“There is only so much our stretched medical specialties can do without more resources”: RCR responds to 2021 Budget

2220
budget
Jeanette Dickson

The Royal College of Radiologists (RCR) has called for a fully-costed, long-term funding package to safeguard the future of National Health Service (NHS) radiology and oncology. The calls follow the release of the UK government’s annual Budget, which was predominantly concerned with measures aimed at boosting the UK’s post-coronavirus economic recovery.

The Treasury’s previous Spending Review announced a one-year settlement for the NHS, which included a fund for tackling coronavirus backlogs and £325 million to upgrade aging imaging equipment, and was welcomed by the RCR.

Responding to this most recent budget statement, RCR president Jeanette Dickson said: “Following the autumn spending review—which did grant some welcome funding for parts of the health service—this budget understandably centred on ongoing economic safeguards and stimuli.

“However, the long-term needs of the NHS cannot be ignored forever. The backlogs and delivery challenges caused by coronavirus continue to impact hospital patients and the services that treat them. This statement could have been an opportunity to give much-needed, additional relief to a very tired NHS.

“Imaging and cancer teams are working through recent backlogs but demand only goes in one direction. Even before the immense pressures of COVID-19, the UK radiologist workforce was understaffed by 33%, and the clinical oncology workforce by 19%. There is only so much our stretched medical specialties can do without more resources.

“Treatment waiting lists are now at a record high, and millions of those patients waiting will need some form of radiological diagnosis or treatment.

“At the end of last year, more than 72,000 patients in England were waiting six weeks or more for a CT or MRI scan7, and the most recent COVID-19 winter surge will be hitting waits further.
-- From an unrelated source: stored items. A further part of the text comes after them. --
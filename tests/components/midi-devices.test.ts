// The Web MIDI adapter against a fake MIDIAccess (Web MIDI API shapes: inputs/outputs maps,
// ports with state and connection, statechange events), driven through the real `webmidi` package.
import { afterEach, describe, expect, it } from 'vitest';
import { WebMidi } from 'webmidi';
import { ControllerRig } from '$lib/midi/controller-rig.svelte';
import { MidiDevices } from '$lib/midi/midi-devices.svelte';
import { demoMapping } from '$lib/engine';

class FakePort extends EventTarget {
	state: 'connected' | 'disconnected' = 'connected';
	connection: 'open' | 'closed' | 'pending' = 'closed';
	manufacturer = 'Test';
	version = '1';
	onstatechange: ((e: Event) => void) | null = null;
	onmidimessage: ((e: Event) => void) | null = null;
	sent: number[][] = [];
	constructor(
		readonly access: FakeAccess,
		readonly id: string,
		readonly name: string,
		readonly type: 'input' | 'output'
	) {
		super();
	}
	changed() {
		for (const target of [this, this.access] as const) {
			const e = new Event('statechange');
			Object.defineProperty(e, 'port', { value: this });
			target.onstatechange?.(e);
			target.dispatchEvent(e);
		}
	}
	async open() {
		if (this.state === 'connected' && this.connection !== 'open') {
			this.connection = 'open';
			this.changed();
		}
		return this;
	}
	async close() {
		this.connection = 'closed';
		return this;
	}
	send(data: number[]) {
		if (this.state !== 'connected') throw new Error('disconnected');
		this.sent.push([...data]);
	}
	play(bytes: number[], timeStamp: number) {
		const e = new Event('midimessage');
		Object.defineProperty(e, 'data', { value: new Uint8Array(bytes) });
		Object.defineProperty(e, 'timeStamp', { value: timeStamp });
		this.onmidimessage?.(e);
	}
}

class FakeAccess extends EventTarget {
	inputs = new Map<string, FakePort>();
	outputs = new Map<string, FakePort>();
	sysexEnabled = false;
	onstatechange: ((e: Event) => void) | null = null;
	requested: unknown[] = [];
	add(id: string, name: string, type: 'input' | 'output', announce = true) {
		const port = new FakePort(this, id, name, type);
		(type === 'input' ? this.inputs : this.outputs).set(id, port);
		if (announce) port.changed();
		return port;
	}
	remove(id: string) {
		const port = this.inputs.get(id) ?? this.outputs.get(id)!;
		this.inputs.delete(id);
		this.outputs.delete(id);
		port.state = 'disconnected';
		port.connection = 'pending';
		port.changed();
	}
	request = (options: unknown) => {
		this.requested.push(options);
		return Promise.resolve(this as unknown as MIDIAccess);
	};
}

afterEach(async () => {
	if (WebMidi.enabled) await WebMidi.disable();
});

const settle = () => new Promise((r) => setTimeout(r, 0));

describe('MidiDevices', () => {
	it('asks for MIDI without SysEx and lists the ports with their state', async () => {
		const access = new FakeAccess();
		access.add('in-1', 'Test Pads', 'input', false);
		access.add('out-1', 'Test Pads', 'output', false);
		const devices = new MidiDevices();
		expect(await devices.connect({ requestMIDIAccess: access.request })).toBe('ready');
		// Web MIDI API: requestMIDIAccess({ sysex }) — we never ask for SysEx.
		expect(access.requested).toEqual([expect.objectContaining({ sysex: false })]);
		expect(devices.ports.map((p) => [p.id, p.kind, p.state])).toEqual([
			['in-1', 'input', 'connected'],
			['out-1', 'output', 'connected']
		]);
		expect(devices.outputFor('in-1')?.id).toBe('out-1');
	});

	it("hands messages on with the message's own timestamp", async () => {
		const access = new FakeAccess();
		const input = access.add('in-1', 'Pads', 'input', false);
		const devices = new MidiDevices();
		const heard: [string, number[], number][] = [];
		devices.onMessage((port, bytes, t) => heard.push([port, [...bytes], t]));
		await devices.connect({ requestMIDIAccess: access.request });
		await settle();
		input.play([0x90, 36, 100], 4321.5);
		expect(heard).toEqual([['in-1', [0x90, 36, 100], 4321.5]]);
	});

	it('shows a controller plugged in later and marks one pulled out as unplugged', async () => {
		const access = new FakeAccess();
		const devices = new MidiDevices();
		const gone: string[] = [];
		devices.onGone((p) => gone.push(p.id));
		await devices.connect({ requestMIDIAccess: access.request });
		expect(devices.ports).toEqual([]);
		access.add('in-2', 'Late Pads', 'input');
		await settle();
		expect(devices.inputs).toMatchObject([{ id: 'in-2', name: 'Late Pads', state: 'connected' }]);
		access.remove('in-2');
		await settle();
		expect(devices.inputs).toMatchObject([{ id: 'in-2', state: 'disconnected' }]);
		expect(gone).toEqual(['in-2']);
	});

	it('explains a refused permission and an absent API in plain words', async () => {
		const refused = new MidiDevices();
		const status = await refused.connect({
			requestMIDIAccess: () => Promise.reject(new DOMException('denied', 'NotAllowedError'))
		});
		expect(status).toBe('refused');
		expect(refused.problem).toContain('MIDI access was refused');
		const absent = new MidiDevices();
		expect(await absent.connect()).toBe('unsupported'); // jsdom has no navigator.requestMIDIAccess
		expect(absent.problem).toContain('on-screen pads');
	});
});

describe('ControllerRig', () => {
	it('releases what an unplugged controller held and lights its pads on the output', async () => {
		const mapping = demoMapping('two-deck');
		const access = new FakeAccess();
		const input = access.add('in-1', 'Pads', 'input', false);
		const output = access.add('out-1', 'Pads', 'output', false);
		const rig = new ControllerRig(mapping.profile);
		const events: string[] = [];
		rig.hub.subscribe((e) => events.push(`${e.type} ${e.input} ${e.source}`));
		await rig.start({ requestMIDIAccess: access.request });
		await settle();

		input.play([0x90, 40, 100], 10); // MIDI 1.0 Note On ch 1, note 40 = pad-5 in the demo grid
		rig.hub.press('screen', 'pad-2');
		rig.show(new Set(['pad-5']));
		rig.lights.flush();
		expect(output.sent).toContainEqual([0x90, 40, 127]);

		access.remove('in-1');
		await settle();
		expect(events).toEqual(['press pad-5 midi:in-1', 'press pad-2 screen', 'release pad-5 midi:in-1']);
		expect([...rig.hub.held]).toEqual(['pad-2']);

		output.sent = [];
		rig.stop();
		expect(output.sent).toHaveLength(16);
		expect(output.sent.every(([, , v]) => v === 0)).toBe(true);
	});
});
“Tens of thousands of cancer cases potentially went undiagnosed last year, and front line cancer teams across the UK are telling us that they are seeing more patients presenting with later stage, often less curable cancers.

“To tackle these ongoing care demands, protect against endemic surges of COVID-19, and ensure we can give future patients the high-quality imaging and cancer treatment they deserve, we must have a fully-costed, sustainable funding package from the UK Government that deliberately addresses the equipment, IT and, crucially, workforce needs across NHS radiology and oncology.

“We will work hard over coming months to engage with NHS leaders and training colleagues, and vigorously champion these fundamental long-term priorities ahead of the Treasury’s comprehensive spending round anticipated later this year.”